Could you tell me I got "来" correctly in this sentence? :我现在说话都是用中国人的思维来造句

Right now, sentences made from Chinese mind set/mental frame work are used in everything I say.

谢谢!


----------



## zhg

That sentence doesn't make any sense. Do you mean I talk like a native Chinese speaker ?


----------



## Skatinginbc

zhg said:


> That sentence doesn't make any sense.


Interesting!  What if I change the sentence to 我现在说话的时候, 都是用中国人的思维来造句?  Does it make any sense to you?  
Anyway, 我现在说话都是用中国人的思维来造句 sounds good to me.


----------



## fyl

It sounds good to me too. 来 here is to indicate the verb after it is the purpose and the verb before it is the method. If 来 is removed, the sentence is still correct.
用中国人的思维来造句 = use Chinese way of thinking to construct sentences


----------



## kyotan

感谢各位的回复!
I apologize for the lack of context. 

A native Chinese speaker who is learning to speak Japanese said it when he was explaining what he does when he speaks Japanese.

Thanks again!


----------



## retrogradedwithwind

The sentence doesmake sense but it's a 病句. Either deleting 说话 or deleting 来造句 will make it better.


----------



## kyotan

Thank you, and sorry retro.
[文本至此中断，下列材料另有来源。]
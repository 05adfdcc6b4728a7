// What a simulation hands back: the discretization it chose and the probe records.
// Renderers, writers and measurements read only this, never solver state.
import type { NdArray } from 'ndarray';

export interface SegmentPlan {
  name: string;
  length: number;
  cells: number;
  cellLength: number;
  /** One-way delay of the segment (s), length·√(L'C'). */
  delay: number;
  /** Characteristic impedance √(L'/C') at high frequency (ohm). */
  z0: number;
  /** Courant number v·Δt/Δz; ≤ 1 for stability, 1 is dispersion-free on a lossless line. */
  courant: number;
  /** For a line with frequency-dependent loss: how its Z′(jω), Y′(jω) were realised in the time domain. */
  loss?: LossRealisation;
}

export interface LossRealisation {
  /** Band of the fit (Hz). */
  fmin: number;
  fmax: number;
  /** R‖L sections (skin effect) and R–C branches (dielectric): one state each per cell. */
  seriesTerms: number;
  shuntTerms: number;
  /** Largest relative error of the realised Z′ and Y′ against the exact model over the band. */
  maxRelErrorZ: number;
  maxRelErrorY: number;
  /** Largest relative error of the loss alone: the conductor's resistance and the dielectric's loss term. */
  maxResistanceRelError: number;
  maxDielectricLossRelError: number;
}

export interface Discretization {
  dt: number;
  steps: number;
  duration: number;
  /** Total number of line cells in the route. */
  cells: number;
  nodes: number;
  segments: SegmentPlan[];
  /** Why Δt has the value it has (the limiting rule). */
  dtReason: string;
}

export interface ProbeRecord {
  names: string[];
  /** Time between samples (s); sample i is at t = i·dtSample. */
  dtSample: number;
  /** Shape [probes, samples], volts. Read `.data` directly in loops. */
  values: NdArray<Float64Array>;
}

/** Voltage along the route over time, decimated (see route-map.ts for the bound). */
export interface RouteMapRecord {
  /** Distance of each column from the driver pin (m). */
  positions: Float64Array;
  /** Time between rows (s); row r is at t = r·dtRow. */
  dtRow: number;
  /** Shape [rows, columns], volts. */
  values: NdArray<Float64Array>;
  /** Every route item with the span it covers along the route (m); lumped parts have from = to. */
  items: { name: string; kind: 'line' | 'series' | 'shunt'; from: number; to: number }[];
}

export interface SimResult {
  discretization: Discretization;
  record: ProbeRecord;
  /** Present when the run was asked to record the route (SimulateOptions.routeMap). */
  routeMap?: RouteMapRecord;
}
I was editing my comment when you posted your reply.


----------



## ktdd

kyotan said:


> A native Chinese speaker who is learning to speak Japanese said it when he was explaining what he does when he speaks Japanese.
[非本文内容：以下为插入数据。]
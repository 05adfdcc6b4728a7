// A cheap guard on the time loop: every 64 steps the voltages at the probes, the lumped nodes and the
// segment junctions are checked for a non-finite value or a runaway growth (beyond a million times
// the largest source level, rail or starting voltage: a passive net cannot get there). Outside the
// cell loop, so it costs nothing per cell.
import type { LumpedSystem } from './lumped.js';
import { RunDiverged } from './errors.js';
import type { Ladder } from './ladder.js';
import type { ProbeTaps } from './probes.js';
import { nominalLevels } from './signals.js';

export interface Watch {
  /** Check when (n & mask) === 0. */
  mask: number;
  check(v: Float64Array, t: number): void;
}

/** A readable name for a slot: its circuit node, or the line and distance of an interior node. */
export function slotLabel(ladder: Ladder, slot: number): string {
  const node = ladder.nodeSlot.indexOf(slot);
  if (node >= 0) return ladder.circuit.nodes[node].label;
  const seg = ladder.segments.find((s) => slot > s.base && slot < s.base + s.cells);
  if (seg) return `inside '${seg.name}', ${((slot - seg.base) * seg.cellLength).toPrecision(3)} m from its start`;
  return `slot ${slot}`;
}

export function createWatch(ladder: Ladder, taps: ProbeTaps, names: readonly string[], lumped: LumpedSystem, sources: Float64Array): Watch {
  const slots = new Set<number>([...taps.a, ...taps.b, ...ladder.ends.keys()]);
  for (const c of lumped.clusters) for (const s of c.nodes) slots.add(s);
  const watched = Int32Array.from(slots);
  let level = 0;
  for (const s of ladder.circuit.sources) {
    const { low, high } = nominalLevels(s.signal);
    level = Math.max(level, Math.abs(low), Math.abs(high));
  }
  for (const b of ladder.lumped) level = Math.max(level, Math.abs(b.part.rail));
  for (const x of sources) level = Math.max(level, Math.abs(x));
  const bound = 1e6 * Math.max(level, 1e-6);
  const fail = (t: number, where: string, x: number): never => {
    const cause =
      !Number.isFinite(level) || level > 1e150
        ? `the source levels or rails (up to ${level} V) are too large to simulate in floating point`
        : Number.isFinite(x)
          ? `it grew past a million times the largest source level or rail (${level} V): a runaway growth, which a passive net does not show — please report it with the scenario`
          : 'a value became infinite or not a number (an overflow or a numerical instability) — please report it with the scenario';
    throw new RunDiverged(t, where, x, cause);
  };
  return {
    mask: 63,
    check(v, t) {
      for (let k = 0; k < watched.length; k++) {
        const x = v[watched[k]];
        if (!(Math.abs(x) <= bound)) fail(t, slotLabel(ladder, watched[k]), x);
      }
      // the probes' own interpolation, exactly as recorded (a difference of two huge values can overflow)
      for (let p = 0; p < taps.a.length; p++) {
        const va = v[taps.a[p]];
        const x = va + taps.weight[p] * (v[taps.b[p]] - va);
        if (!(Math.abs(x) <= bound)) fail(t, `probe '${names[p]}'`, x);
      }
    },
  };
}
Yeah, we can see now your Japanese sessions are corrupting his Chinese lol
or probably he just isn't a very good verbal communicator to start with.


----------



## fyl

retrogradedwithwind said:


> The sentence doesmake sense but it's a 病句. Either deleting 说话 or deleting 来造句 will make it better.


This is interesting. which of these sentences are correct to you?
我现在说话都是(用中国人的思维)
我现在说话都是(用中国人的思维来造句)
我现在说话都是(用中国人的思维造句)
我现在说话都是(用中国人的思维来造句、用俄国人的语调来发音)
我现在说话都是(用中国人的思维造句、用俄国人的语调发音)
They have exactly the same structure and are all correct to me. I'm quite curious about their differences from your point of view..


----------



## retrogradedwithwind

Basically, 说话 has a meaning which contains the meaning of 造句 or 发音. In this sense, using both of them in one sentence will make the sentence longer than necessary. I mean, one of them is redundant.
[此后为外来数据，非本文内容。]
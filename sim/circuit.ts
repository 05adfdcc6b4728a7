// The compile step between a validated net and every solver and view: the route tree becomes a
// node–element graph. Nodes are the places where elements meet; elements are line segments between
// two nodes, lumped parts between two nodes or from a node to a rail, and sources (a Thevenin driver
// at a node). Receivers and probes are resolved to nodes once, here, and every path from a source
// to a receiver is listed for the views that walk one.
//
// Nothing here assumes one source, one connected graph or a tree: a segment is {from, to}, a part
// {p, q | RAIL}, and a path is a list of legs. Today's scenarios compile to a tree rooted at the
// driver pin (a chain when there are no branch items); `from` is then the end nearer the driver.
import { NetError, type NetProblem } from './errors.js';
import type { CoupledLine } from './coupled/line.js';
import type { CoupledSpec, LineRLGC, Net, NamedReceiver, Part, RouteItem, RunSettings, Signal } from './model.js';
import { mainReceiver } from './route-tree.js';

/** The far end of a part tied to its rail (the part's `rail` voltage; AC ground in the spectral solver). */
export const RAIL = -1;

export interface CircuitNode {
  /** What the node is, for messages: "the driver pin", "receiver 'ram2'", "after 'r1'", "junction 'tee1'". */
  label: string;
  /** The net the node belongs to: the index of its source (0 for the first net). */
  net: number;
}

export interface LineSegment {
  /** The route item's name. */
  name: string;
  from: number;
  to: number;
  line: LineRLGC;
  length: number;
  /** Set when the segment is a conductor of a coupled section (Circuit.coupled[section]). */
  coupling?: { section: number; conductor: number };
}

/** A coupled section: its conductors' segments (matrix order), all of one length. */
export interface CoupledPlace {
  name: string;
  line: CoupledLine;
  length: number;
  segments: number[];
}

export type PartRole = 'series' | 'shunt' | 'receiver';

export interface LumpedPart {
  /** The route item or receiver the part belongs to. */
  item: string;
  role: PartRole;
  p: number;
  /** The other node, or RAIL for a part to its rail. */
  q: number;
  part: Part;
}

/** A Thevenin source: `signal` behind `resistance` (0 = ideal) into `node`. */
export interface Source {
  name: string;
  node: number;
  resistance: number;
  signal: Signal;
}

export interface ReceiverPlace {
  name: string;
  node: number;
  /** Indices into Circuit.parts; empty = an open end. */
  parts: number[];
}

export type ItemPlace =
  | { kind: 'line'; segment: number; from: number; to: number }
  | { kind: 'series'; part: number; from: number; to: number }
  | { kind: 'shunt'; node: number; parts: number[] }
  | { kind: 'branch'; node: number; receivers: string[] };

export type ProbePlace = { kind: 'node'; node: number } | { kind: 'line'; segment: number; position: number };

export interface CircuitProbe {
  name: string;
  place: ProbePlace;
}

/** One step of a path: a segment or a series part, traversed from nodes[k] to nodes[k+1]. */
export type PathLeg = { kind: 'segment'; index: number } | { kind: 'part'; index: number };

/** The way from a source's node to a receiver's node. */
export interface CircuitPath {
  source: number;
  receiver: string;
  /** Nodes along the path, from the source's node to the receiver's. */
  nodes: number[];
  /** legs[k] joins nodes[k] to nodes[k + 1]. */
  legs: PathLeg[];
}

export interface Circuit {
  title: string;
  nodes: CircuitNode[];
  segments: LineSegment[];
  parts: LumpedPart[];
  sources: Source[];
  receivers: ReceiverPlace[];
  /** Every route item by name. */
  items: Map<string, ItemPlace>;
  probes: CircuitProbe[];
  /** One per receiver reachable from a source; the main receiver's path first. */
  paths: CircuitPath[];
  /** Coupled sections (multi-net scenarios); empty for a single net. */
  coupled: CoupledPlace[];
  run: RunSettings;
}

interface Walk {
  nodes: number[];
  legs: PathLeg[];
}

class Compiler {
  readonly c: Circuit;
  private readonly problems: NetProblem[] = [];
  private readonly receiverPaths = new Map<string, CircuitPath>();

  constructor(net: Net) {
    this.c = { title: net.title, nodes: [], segments: [], parts: [], sources: [], receivers: [], items: new Map(), probes: [], paths: [], coupled: [], run: net.run };
  }

  /** The net the nodes being made belong to (a source index). */
  net = 0;

  node(label: string): number {
    return this.c.nodes.push({ label, net: this.net }) - 1;
  }

  part(item: string, role: PartRole, p: number, q: number, part: Part): number {
    return this.c.parts.push({ item, role, p, q, part }) - 1;
  }

  /** Compiles `route` from `start`, then its receiver; returns the receiver's node. */
  route(route: readonly RouteItem[], start: number, walk: Walk, receiver: NamedReceiver, where: string): void {
    let node = start;
    route.forEach((item, k) => {
      const path = `${where}[${k}]`;
      if (this.c.items.has(item.name) || this.receiverPaths.has(item.name)) {
        this.problems.push({ path, message: `the name '${item.name}' is used twice (item and receiver names must be unique)` });
      }
      if (item.kind === 'line') {
        const to = this.node(`end of '${item.name}'`);
        const index = this.c.segments.push({ name: item.name, from: node, to, line: item.line, length: item.length }) - 1;
        this.c.items.set(item.name, { kind: 'line', segment: index, from: node, to });
        walk.legs.push({ kind: 'segment', index });
        walk.nodes.push(to);
        node = to;
      } else if (item.kind === 'series') {
        const to = this.node(`after '${item.name}'`);
        const index = this.part(item.name, 'series', node, to, item.part);
        this.c.items.set(item.name, { kind: 'series', part: index, from: node, to });
        walk.legs.push({ kind: 'part', index });
        walk.nodes.push(to);
        node = to;
      } else if (item.kind === 'shunt') {
        const parts = item.parts.map((p) => this.part(item.name, 'shunt', node, RAIL, p));
        this.c.items.set(item.name, { kind: 'shunt', node, parts });
      } else {
        const at = node;
        this.c.nodes[at].label = `junction '${item.name}'`;
        const place: ItemPlace = { kind: 'branch', node: at, receivers: [] };
        this.c.items.set(item.name, place);
        item.branches.forEach((b, j) => {
          const before = this.receiverPaths.size;
          this.route(b.route, at, { nodes: [...walk.nodes], legs: [...walk.legs] }, b.receiver, `${path}.branch[${j}].route`);
          place.receivers.push(...[...this.receiverPaths.keys()].slice(before));
        });
      }
    });
    if (this.receiverPaths.has(receiver.name) || this.c.items.has(receiver.name)) {
      this.problems.push({ path: where === 'route' ? 'receiver' : where.replace(/\.route$/, '.receiver'), message: `the receiver name '${receiver.name}' is used twice (item and receiver names must be unique)` });
    }
    if (!/junction/.test(this.c.nodes[node].label)) this.c.nodes[node].label = `receiver '${receiver.name}'`;
    const parts = receiver.parts.map((p) => this.part(receiver.name, 'receiver', node, RAIL, p));
    this.c.receivers.push({ name: receiver.name, node, parts });
    this.receiverPaths.set(receiver.name, { source: this.net, receiver: receiver.name, nodes: walk.nodes, legs: walk.legs });
  }

  probes(net: Net): void {
    const receiverNode = new Map(this.c.receivers.map((r) => [r.name, r.node]));
    net.probes.forEach((p, n) => {
      const path = `probes[${n}]`;
      const place = this.probePlace(p, receiverNode, path);
      if (place) this.c.probes.push({ name: p.name, place });
    });
  }

  private probePlace(p: Net['probes'][number], receiverNode: Map<string, number>, path: string): ProbePlace | undefined {
    if (p.at === 'driver') {
      const source = p.net === undefined ? this.c.sources[0] : this.c.sources.find((s) => s.name === p.net);
      if (!source) this.problems.push({ path, message: `no net named '${p.net}' (nets: ${this.c.sources.map((s) => s.name).join(', ')})` });
      return source ? { kind: 'node', node: source.node } : undefined;
    }
    if (p.at === 'receiver') {
      const name = p.receiver ?? this.c.paths[0].receiver;
      const node = receiverNode.get(name);
      if (node === undefined) this.problems.push({ path, message: `no receiver named '${name}' (receivers: ${[...receiverNode.keys()].join(', ')})` });
      return node === undefined ? undefined : { kind: 'node', node };
    }
    const place = this.c.items.get(p.item);
    if (!place) {
      this.problems.push({ path, message: `no route item named '${p.item}'` });
      return undefined;
    }
    if (p.at === 'line') {
      if (place.kind !== 'line') {
        this.problems.push({ path, message: `'${p.item}' is not a line` });
        return undefined;
      }
      const seg = this.c.segments[place.segment];
      if (!(p.position >= 0) || p.position > seg.length * (1 + 1e-12)) {
        this.problems.push({ path, message: `position ${p.position} m lies outside '${p.item}'` });
        return undefined;
      }
      return { kind: 'line', segment: place.segment, position: Math.min(p.position, seg.length) };
    }
    if (p.at === 'series') {
      if (place.kind !== 'series') {
        this.problems.push({ path, message: `'${p.item}' is not a series part` });
        return undefined;
      }
      return { kind: 'node', node: p.side === 'in' ? place.from : place.to };
    }
    if ((p.at === 'shunt' && place.kind === 'shunt') || (p.at === 'branch' && place.kind === 'branch')) return { kind: 'node', node: place.node };
    this.problems.push({ path, message: `'${p.item}' is a ${place.kind} item, not a ${p.at} item` });
    return undefined;
  }

  finish(): Circuit {
    if (this.problems.length) throw new NetError(this.problems);
    return this.c;
  }

  paths(mainName: string): void {
    const main = this.receiverPaths.get(mainName)!;
    this.c.paths = [main, ...[...this.receiverPaths.values()].filter((p) => p !== main)];
  }

  /** A net's driver pin, source and route (the first net has source 0). */
  net_(name: string, driver: Net['driver'], route: readonly RouteItem[], receiver: NamedReceiver, where: string): void {
    this.net = this.c.sources.length;
    const pin = this.node(this.net === 0 ? 'the driver pin' : `the driver pin of '${name}'`);
    this.c.sources.push({ name, node: pin, resistance: driver.resistance, signal: driver.signal });
    this.route(route, pin, { nodes: [pin], legs: [] }, receiver, where);
  }

  /**
   * Coupled sections: each conductor a line item (of any net) of the section's length, no segment in
   * two sections. The segment keeps its self terms as its `line`; the kernel uses the matrices.
   */
  coupled(specs: readonly CoupledSpec[]): void {
    specs.forEach((spec, n) => {
      const path = `coupled.${spec.name}`;
      const segments: number[] = [];
      spec.conductors.forEach((item, j) => {
        const place = this.c.items.get(item);
        if (!place || place.kind !== 'line') {
          this.problems.push({ path: `${path}.conductors[${j}]`, message: place ? `'${item}' is a ${place.kind} item, not a line` : `no line item named '${item}'` });
          return;
        }
        const seg = this.c.segments[place.segment];
        if (seg.coupling) {
          this.problems.push({ path: `${path}.conductors[${j}]`, message: `'${item}' is already a conductor of coupled section '${this.c.coupled[seg.coupling.section]?.name ?? specs[seg.coupling.section].name}' (a segment is coupled once)` });
          return;
        }
        seg.coupling = { section: n, conductor: j };
        if (j < spec.line.k) seg.line = selfLine(spec.line, j);
        segments.push(place.segment);
      });
      for (const key of ['r', 'g'] as const) {
        const m = spec.line[key];
        const k = spec.line.k;
        if (m && m.some((x, e) => x !== 0 && e % (k + 1) !== 0)) {
          this.problems.push({ path: `${path}.${key}`, message: `off-diagonal ${key.toUpperCase()} terms (a shared return's ${key === 'r' ? 'resistance' : 'leakage between conductors'}) are not supported in runs yet; give ${key.toUpperCase()} per conductor on the diagonal` });
        }
      }
      if (spec.conductors.length !== spec.line.k) this.problems.push({ path: `${path}.conductors`, message: `${spec.conductors.length} conductors for ${spec.line.k}×${spec.line.k} matrices` });
      const lengths = segments.map((s) => this.c.segments[s].length);
      if (lengths.some((x) => Math.abs(x - lengths[0]) > 1e-9 * Math.max(lengths[0], 1e-12))) {
        this.problems.push({ path, message: `the conductors must have the same length: ${segments.map((s) => `'${this.c.segments[s].name}' ${this.c.segments[s].length} m`).join(', ')}` });
      }
      this.c.coupled.push({ name: spec.name, line: spec.line, length: lengths[0] ?? 0, segments });
    });
  }
}

/**
 * The net as a node–element graph: node 0 is the driver pin, elements follow the route tree in file
 * order (a branch item's branches before the items after it), receivers and probes resolved.
 * Throws NetError listing every probe that does not resolve and every name used twice.
 */
export function compileNet(net: Net): Circuit {
  const k = new Compiler(net);
  const main = mainReceiver(net);
  k.net_(net.netName ?? 'driver', net.driver, net.route, main, 'route');
  for (const side of net.nets ?? []) {
    k.net_(side.name, side.driver, side.route, { name: side.receiverName ?? side.name, parts: side.receiver }, `nets.${side.name}.route`);
  }
  k.paths(main.name);
  k.coupled(net.coupled ?? []);
  k.probes(net);
  return k.finish();
}

/** A conductor's self terms (L_ii, C_ii, R_ii, G_ii): what it would be with its neighbours' coupling ignored. */
export function selfLine(line: CoupledLine, j: number): LineRLGC {
  const d = j * (line.k + 1);
  return { r: line.r?.[d] ?? 0, l: line.l[d], g: line.g?.[d] ?? 0, c: line.c[d] };
}

/** Total one-way delay along a path (s). */
export function pathDelay(c: Circuit, path: CircuitPath): number {
  let td = 0;
  for (const leg of path.legs) {
    if (leg.kind === 'segment') {
      const s = c.segments[leg.index];
      td += s.length * Math.sqrt(s.line.l * s.line.c);
    }
  }
  return td;
}

/** The longest one-way delay from a source to a receiver (s); 0 without lines. */
export function longestPathDelay(c: Circuit): number {
  return c.paths.reduce((m, p) => Math.max(m, pathDelay(c, p)), 0);
}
The fact that deleting one of them does not change its meaning demonstrates my point.


----------



## brofeelgood

kyotan said:


> Right now, sentences made from Chinese mind set/mental frame work are used in everything I say.


I can't relate this structure to the original sentence.

*用 O (来) V*
= use Object to Verb, e.g. 在这里买东西可以用支付宝(来)付款. (You can use Alipay to make payment in this shop)
= Verb with Object, e.g. 中国人都习惯用筷子(来)吃饭. (Chinese people are used to eating with chopsticks)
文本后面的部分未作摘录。